# Web Site, Forum And Chat up and Running



## vern38 (Aug 18, 2003)

I really hope this is the last time, this is getting hard on me having to do restores like this.







It's bed time, Later...


----------



## NDJollyMon (Aug 22, 2003)

Vern...
I want to personally thank you. Your hard work on this site pays off for us all. It is not only an exellent source of information, but a place for us to make new friends we may not ever had the chance to elsewhere.

Thanks you very much.

NDJollyMon


----------



## djd1023 (Sep 29, 2003)

Vern,

I agree with NDJolly 100%


----------



## vern38 (Aug 18, 2003)

Thanks for the kind words, I always wanted to be a member of a forum dedicated to Outback Travel Trailers but couldn't find one. Solution, make one







any way I guess I just got frustrated when everything was dumped, the 2 trouble tickets I submitted were not answered and then they were deleted. When I summited another trouble ticket the answer was not very good.

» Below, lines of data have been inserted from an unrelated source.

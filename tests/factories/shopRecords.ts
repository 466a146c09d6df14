import { v7 } from 'uuid';
import type { Bench, Customer, Head, PortDimension, Run, Rung, Stage } from '@/shared/schema/records';
import { noDimensions } from '@/shared/session/noDimensions';
import { newRun } from '@/shared/session/startSession';
import type { DeskChange } from '@/shared/schema/api';
import { readingFields, sessionFields } from './records';
import type { TestDevice } from './shopWorld';

export const customerFields = (word: string): Customer => ({
  name: `${word} customer`,
  mail: null,
  phone: null,
  note: '',
});

export const headFields = (word: string, customerId: string): Head => ({
  customerId,
  name: `${word} head`,
  casting: `${word} casting`,
  cylinderCount: 4,
  boreText: '86',
  boreUnit: 'mm',
  intakeValveCount: 1,
  exhaustValveCount: 1,
  ports: [{ side: 'intake', port: '1' }],
});

export const stageFields = (word: string, headId: string): Stage => ({
  headId,
  stageOrdinal: 1,
  name: `${word} as received`,
  workDone: '',
});

export const portDimensionFields = (stageId: string): PortDimension => ({
  stageId,
  side: 'intake',
  ...noDimensions,
  valveText: '40',
  valveUnit: 'mm',
});

export const benchFields = (word: string): Bench => ({
  name: `${word} bench`,
  element: 'vane',
  elementPlace: 'afterPort',
  settingKind: 'area',
  settingText: '12.5',
  settingUnit: 'in2',
  settingStepText: '0.1',
  settingStepUnit: 'in2',
  flowResolutionText: '1',
  flowResolutionUnit: 'cfm',
  pressureResolutionText: '0.1',
  pressureResolutionUnit: 'inH2O',
  pressureLowText: null,
  pressureLowUnit: null,
  pressureHighText: null,
  pressureHighUnit: null,
  ranges: [],
  leakExponentText: '0.5',
  status: 'inUse',
  statusWhy: '',
});

export const runFields = (sessionId: string): Run =>
  newRun({ sessionId, runOrdinal: 1, side: 'intake', port: '1', valvesOpenCount: 1 });

export const rungFields = (runId: string): Rung => ({
  runId,
  rungOrdinal: 1,
  liftText: '0.300',
  liftUnit: 'in',
  isSkipped: false,
});

/** A change for the desk. */
export const deskChange = (
  over: Pick<DeskChange, 'kind' | 'table' | 'rid'> & Partial<DeskChange>,
): DeskChange => ({
  id: v7(),
  base: {},
  set: {},
  ...over,
});

/** Ids of one whole session, from the customer down to a reading. */
export type Chain = Record<
  'customer' | 'head' | 'stage' | 'bench' | 'session' | 'run' | 'rung' | 'reading',
  string
>;

export const newChain = (benchId: string): Chain => ({
  customer: v7(),
  head: v7(),
  stage: v7(),
  bench: benchId,
  session: v7(),
  run: v7(),
  rung: v7(),
  reading: v7(),
});

/** The changes by which a device makes a whole session, in their order. */
export function chainChanges(device: TestDevice, word: string, ids: Chain) {
  const create = (table: string, rid: string, set: object) =>
    device.change({ kind: 'create', table, rid, set: set as Record<string, never> });
  return [
    create('customers', ids.customer, customerFields(word)),
    create('heads', ids.head, headFields(word, ids.customer)),
    create('stages', ids.stage, stageFields(word, ids.head)),
    create('portDimensions', v7(), portDimensionFields(ids.stage)),
    create(
      'sessions',
      ids.session,
      sessionFields({ stageId: ids.stage, benchId: ids.bench, label: '1-001', plannedBy: device.by }),
    ),
    create('runs', ids.run, runFields(ids.session)),
    create('rungs', ids.rung, rungFields(ids.run)),
    create('readings', ids.reading, reading(device, ids)),
  ];
}

export const reading = (device: TestDevice, ids: Chain, over: Parameters<typeof readingFields>[0] = {}) =>
  readingFields({ runId: ids.run, rungId: ids.rung, byPersonId: device.by, deviceId: device.id, ...over });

Believe me I am looking into other possibilities at the present time. I plan on this Forum being around a long time after the user response to my email. So my thanks to the forum users for helping me make this forum a success.


----------



## camping479 (Aug 27, 2003)

Thanks Vern,

I too appreciate your efforts. It can be very frustrating to build something up and see it fall apart. Keep up the good work, great site.









Mike


----------